We report a retrospective multicenter study that demonstrates the feasibility of a machine-learning algorithm to predict the development of delayed septic shock from 135,321 patients and multiple definitions of sepsis. We showed that the machine-learning algorithm can provide excellent predictive characteristics at a separate site through the use of transfer learning. The clinical implications of this are multiple. First, we highlighted the need to identify patients at high risk for delayed decompensation because these patients have a significant increase in mortality compared with those who do not progress to septic shock. We then showed favorable test characteristics of machine-learning algorithms for the identification of patients at high risk of delayed septic shock. Finally, we provided evidence that transfer learning can be used in the ED to boost test characteristics of machine-learning algorithms at external sites and improve generalizability and portability. These results can help inform the development and implementation of future machine-learning algorithms to predict the development of conditions or outcomes that are inherently complex and challenging for physicians in the ED.

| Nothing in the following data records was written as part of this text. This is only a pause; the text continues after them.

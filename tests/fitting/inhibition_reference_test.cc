// Global inhibition fits, the four-parameter logistic and Morrison's tight
// binding against SciPy's results on invented data (tests/data/inhibition:
// SciPy 1.10.1 curve_fit + root polish, cross-checked with R 4.2.2 to 14–16
// digits; computed, not published). ratewell finds its own starting values;
// the reference's starts are not used.
#include <cmath>
#include <fstream>
#include <functional>
#include <map>
#include <sstream>
#include <string>
#include <vector>

#include <gtest/gtest.h>
#include <nlohmann/json.hpp>

#include "fitting/kinetic_models.h"
#include "fitting/nonlinear_fit.h"

#include "tests/fitting/reference_tolerances.h"

namespace ratewell {
namespace {

using nlohmann::json;

// Tolerances and why: tests/fitting/reference_tolerances.h.
using testing::kAsymptoticTolerance;
using testing::kEstimateTolerance;
using testing::kProfileTolerance;
using testing::kStandardErrorTolerance;

const std::string kDataDir = std::string(RATEWELL_TEST_DATA_DIR) + "/inhibition/";

json Reference(const std::string& name) {
  std::ifstream in(kDataDir + name + ".json");
  return json::parse(in);
}

// Rows of a CSV with a header, as name → column.
std::map<std::string, std::vector<double>> ReadCsv(const std::string& name) {
  std::ifstream in(kDataDir + name + ".csv");
  std::string line;
  std::getline(in, line);
  std::vector<std::string> header;
  std::stringstream head(line);
  for (std::string cell; std::getline(head, cell, ',');) header.push_back(cell);
  std::map<std::string, std::vector<double>> columns;
  while (std::getline(in, line)) {
    if (line.empty()) continue;
    std::stringstream row(line);
    size_t c = 0;
    for (std::string cell; std::getline(row, cell, ','); ++c) {
      columns[header.at(c)].push_back(std::stod(cell));
    }
  }
  return columns;
}

// Points from the S×I grids (columns S, I, v) or the dose–response files.
KineticData GridData(const std::string& name) {
  auto columns = ReadCsv(name);
  KineticData data;
  data.rate_unit = "rate units";
  data.concentration_unit = "conc units";
  for (size_t k = 0; k < columns["v"].size(); ++k) {
    KineticObservation point;
    point.substrate_uM = columns["S"][k];
    point.inhibitor_uM = columns["I"][k];
    point.rate = columns["v"][k];
    data.points.push_back(point);
  }
  return data;
}

KineticData DoseResponseData(const std::string& name, const std::string& x_column,
                             const std::string& y_column) {
  auto columns = ReadCsv(name);
  KineticData data;
  data.concentration_unit = name == "morrison-tight-binding" ? "nM" : "uM";
  data.rate_unit = name == "morrison-tight-binding" ? "fraction of v0" : "% activity";
  for (size_t k = 0; k < columns[y_column].size(); ++k) {
    KineticObservation point;
    point.substrate_uM = 0.0;
    point.inhibitor_uM = columns[x_column][k];
    point.rate = columns[y_column][k];
    data.points.push_back(point);
  }
  return data;
}

struct ReferenceCase {
  std::string label;
  std::string file;
  std::string block;  // fit block in the JSON
  KineticModel model;
  std::function<KineticData()> data;
  std::function<void(FitOptions*)> configure;
  std::map<std::string, std::string> names;  // SciPy name → ratewell name
};

std::vector<ReferenceCase> Cases() {
  const auto grid = [](const std::string& name) { return [name] { return GridData(name); }; };
  const auto ic50 = [] { return DoseResponseData("ic50-4pl", "x", "y"); };
  const auto morrison = [] { return DoseResponseData("morrison-tight-binding", "I_nM", "y"); };
  const auto nothing = [](FitOptions*) {};
  // Morrison fits of fractional activity hold v0 at 1 unless v0 is fitted;
  // E = 10 nM is the reference's fixed value and start.
  const auto v0_fixed = [](FitOptions* o) {
    o->enzyme_uM = 10.0;
    o->parameters.push_back({"v0", 1.0, {}, {}, {}});
  };
  return {
      {"CompetitiveGrid", "competitive-grid", "fit", KineticModel::kCompetitive,
       grid("competitive-grid"), nothing, {{"Vmax", "Vmax"}, {"Km", "Km"}, {"Ki", "Ki"}}},
      {"MixedGrid", "mixed-grid", "fit", KineticModel::kMixed, grid("mixed-grid"), nothing,
       {{"Vmax", "Vmax"}, {"Km", "Km"}, {"Ki", "Ki"}, {"alpha", "alpha"}}},
      {"FourParameterLogistic", "ic50-4pl", "fit_IC50", KineticModel::kFourParameterLogistic,
       ic50, nothing, {{"Top", "top"}, {"Bottom", "bottom"}, {"IC50", "IC50"}, {"Hill", "h"}}},
      {"FourParameterLogisticLog10", "ic50-4pl", "fit_log10_IC50",
       KineticModel::kFourParameterLogisticLog10, ic50, nothing,
       {{"Top", "top"}, {"Bottom", "bottom"}, {"log10_IC50", "log10_IC50"}, {"Hill", "h"}}},
      {"MorrisonEnzymeFixed", "morrison-tight-binding", "fit_Kiapp_E_fixed",
       KineticModel::kMorrison, morrison, v0_fixed, {{"Kiapp", "Kiapp"}}},
      {"MorrisonEnzymeFitted", "morrison-tight-binding", "fit_Kiapp_and_E",
       KineticModel::kMorrison, morrison,
       [v0_fixed](FitOptions* o) {
         v0_fixed(o);
         o->fit_enzyme = true;
       },
       {{"Kiapp", "Kiapp"}, {"E", "E"}}},
      {"MorrisonAllFitted", "morrison-tight-binding", "fit_v0_Kiapp_and_E",
       KineticModel::kMorrison, morrison,
       [](FitOptions* o) {
         o->enzyme_uM = 10.0;
         o->fit_enzyme = true;
       },
       {{"v0", "v0"}, {"Kiapp", "Kiapp"}, {"E", "E"}}},
  };
}

class InhibitionReferenceTest : public ::testing::TestWithParam<ReferenceCase> {
 protected:
  KineticFit Fit(IntervalMethod method) const {
    FitOptions options;
    options.interval_method = method;
    GetParam().configure(&options);
    return FitKineticModel(GetParam().data(), GetParam().model, options);
  }
  json Block() const { return Reference(GetParam().file)[GetParam().block]; }
};

void ExpectRelative(double actual, double expected, double tolerance, const std::string& what) {
  EXPECT_NEAR(actual, expected, tolerance * std::abs(expected)) << what;
}

TEST_P(InhibitionReferenceTest, EstimatesAndStandardErrorsMatchSciPy) {
  const json ref = Block();
  const KineticFit fit = Fit(IntervalMethod::kAsymptotic);
  ASSERT_TRUE(fit.summary.IsSolutionUsable()) << fit.summary.FullReport();
  EXPECT_TRUE(fit.converged);
  EXPECT_EQ(fit.n, ref["n"].get<int>());
  EXPECT_EQ(fit.num_parameters, ref["n_parameters"].get<int>());
  EXPECT_EQ(fit.dof, ref["df"].get<int>());
  ExpectRelative(fit.ssr, ref["rss"], kEstimateTolerance, "RSS");
  for (const auto& [scipy_name, name] : GetParam().names) {
    const ParameterEstimate* p = fit.Find(name);
    ASSERT_NE(p, nullptr) << name;
    ExpectRelative(p->value, ref["estimate"][scipy_name], kEstimateTolerance, name);
    ASSERT_TRUE(p->se_determined) << name << ": " << p->se_reason;
    ExpectRelative(p->se, ref["std_error"][scipy_name], kStandardErrorTolerance, name + " SE");
    ASSERT_TRUE(p->ci.determined) << name;
    ExpectRelative(p->ci.lower, ref["ci95_asymptotic"][scipy_name][0], kAsymptoticTolerance,
                   name + " asymptotic lower");
    ExpectRelative(p->ci.upper, ref["ci95_asymptotic"][scipy_name][1], kAsymptoticTolerance,
                   name + " asymptotic upper");
  }
}

TEST_P(InhibitionReferenceTest, ProfileLimitsMatchSciPysProfileT) {
  const json ref = Block();
  const KineticFit fit = Fit(IntervalMethod::kProfile);
  ASSERT_TRUE(fit.summary.IsSolutionUsable()) << fit.summary.FullReport();
  for (const auto& [scipy_name, name] : GetParam().names) {
    const ParameterEstimate* p = fit.Find(name);
    ASSERT_NE(p, nullptr) << name;
    ASSERT_TRUE(p->ci.determined) << name << ": " << p->ci.reason;
    EXPECT_EQ(p->ci.method, IntervalMethod::kProfile);
    ExpectRelative(p->ci.lower, ref["ci95_profile_t"][scipy_name][0], kProfileTolerance,
                   name + " profile lower");
    ExpectRelative(p->ci.upper, ref["ci95_profile_t"][scipy_name][1], kProfileTolerance,
                   name + " profile upper");
  }
}

INSTANTIATE_TEST_SUITE_P(SciPyFits, InhibitionReferenceTest, ::testing::ValuesIn(Cases()),
                         [](const auto& param_info) { return param_info.param.label; });

TEST(InhibitionReference, Log10FormBackTransformsTheIC50Interval) {
  // SciPy 1.10.1 fit of the log10 form: IC50 = 10^log10_IC50 with the
  // asymptotic log-scale interval back-transformed, and the profile interval
  // (the same in either parameterisation).
  const json ref = Reference("ic50-4pl")["fit_log10_IC50"]["IC50_back_transformed"];
  const KineticData data = DoseResponseData("ic50-4pl", "x", "y");
  FitOptions options;
  options.interval_method = IntervalMethod::kAsymptotic;
  const KineticFit asymptotic =
      FitKineticModel(data, KineticModel::kFourParameterLogisticLog10, options);
  const ParameterEstimate* ic50 = asymptotic.Find("IC50");
  ASSERT_NE(ic50, nullptr);
  ExpectRelative(ic50->value, ref["estimate"], kEstimateTolerance, "IC50");
  ASSERT_TRUE(ic50->ci.determined);
  ExpectRelative(ic50->ci.lower, ref["ci95_from_log10_asymptotic"][0], kAsymptoticTolerance,
                 "IC50 lower");
  ExpectRelative(ic50->ci.upper, ref["ci95_from_log10_asymptotic"][1], kAsymptoticTolerance,
                 "IC50 upper");
  EXPECT_NE(ic50->ci.note.find("back-transformed"), std::string::npos) << ic50->ci.note;
  // Delta method: SE(IC50) = ln(10)·IC50·SE(log10 IC50).
  const double se_log = Reference("ic50-4pl")["fit_log10_IC50"]["std_error"]["log10_IC50"];
  ExpectRelative(ic50->se, std::log(10.0) * ic50->value * se_log, kStandardErrorTolerance,
                 "IC50 SE");

  options.interval_method = IntervalMethod::kProfile;
  const KineticFit profile =
      FitKineticModel(data, KineticModel::kFourParameterLogisticLog10, options);
  const ParameterEstimate* ic50p = profile.Find("IC50");
  ASSERT_TRUE(ic50p->ci.determined) << ic50p->ci.reason;
  ExpectRelative(ic50p->ci.lower, ref["ci95_from_log10_profile"][0], kProfileTolerance,
                 "IC50 profile lower");
  ExpectRelative(ic50p->ci.upper, ref["ci95_from_log10_profile"][1], kProfileTolerance,
                 "IC50 profile upper");
}

TEST(InhibitionReference, CovarianceOfTheMixedFitMatchesSciPy) {
  const json ref = Reference("mixed-grid")["fit"]["covariance"];
  FitOptions options;
  options.interval_method = IntervalMethod::kAsymptotic;
  const KineticFit fit = FitKineticModel(GridData("mixed-grid"), KineticModel::kMixed, options);
  ASSERT_EQ(fit.covariance_names,
            (std::vector<std::string>{"Vmax", "Km", "Ki", "alpha"}));
  for (int a = 0; a < 4; ++a) {
    for (int b = 0; b < 4; ++b) {
      ExpectRelative(fit.covariance[a * 4 + b], ref["matrix"][a][b].get<double>(),
                     kStandardErrorTolerance, "covariance");
    }
  }
}

}  // namespace
}  // namespace ratewell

We have shown a significantly higher inpatient mortality in patients with delayed septic shock (24.6%) than in those with CMS severe sepsis but without shock (5.5%). Prior investigations demonstrated similar findings across a variety of conditions.^10,26,27 Although this mortality difference is well described, the ability to identify these patients in the ED has been limited by single-center design and small sample sizes of previous studies. Capp et al³ evaluated a cohort of patients (1,336) who progressed to septic shock (111 patients) at least 4 hours after ED arrival and found that female sex, nonpersistent hypotension, bandemia, lactate level greater than 4.0 mmol/L, and history of coronary artery disease were associated with delayed presentation of septic shock. Holder et al²⁸ reported that in a cohort of 582 patients, serum albumin level less than 3.5 g/dL and triage diastolic blood pressure less than 52 mm Hg were also associated with decompensation in 108 patients. Although these findings are important, the clinical utility is challenging to implement because a majority of patients will meet at least one of the above criteria and will likely not progress to septic shock. Use of early warning systems (eg, Modified Early Warning Score, National Early Warning Score, and VitalPAC early warning score) for the prediction of adverse events from patients with sepsis has been described in the literature.^29–32 These scoring systems have performed better than the quick SOFA and systemic inflammatory response syndrome for the prediction of adverse events, but their use has been limited by moderate test performance characteristics in septic patients.¹²

The field of machine learning refers to a subset of artificial intelligence that automates analytic model building to identify patterns in data to predict outcomes. In particular, machine-learning algorithms are powerful tools for the detection of complicated and nonlinear outcomes when traditional statistical methods (eg, linear regression, recursive partitioning) are overrun by a large number of variables. Recently, machine-learning algorithms have shown superior test characteristics in the prediction of sepsis in the ED and may decrease mortality.^13,14 The Artificial Intelligence Sepsis Expert algorithm used in this study has previously been shown to have good performance in the detection of sepsis in the ICU at various prediction windows (4, 6, 8, and 12 hours), using 65 readily available variables that yield easily interpretable scores and can be calculated in real time.¹⁵ Using the same algorithm, but with decreased number of variables for better portability across hospital systems, we found that regardless of the definition of sepsis used, an AUC ROC greater than 0.8 for the prediction of delayed septic shock was found for both the development and validation site up to 12 hours in advance. We found that the majority of patients who experienced a delay in the development of septic shock did so at a median of 7.6 hours (validation site) and 9.9 hours (development site), the majority of which occurred after transfer out of the ED.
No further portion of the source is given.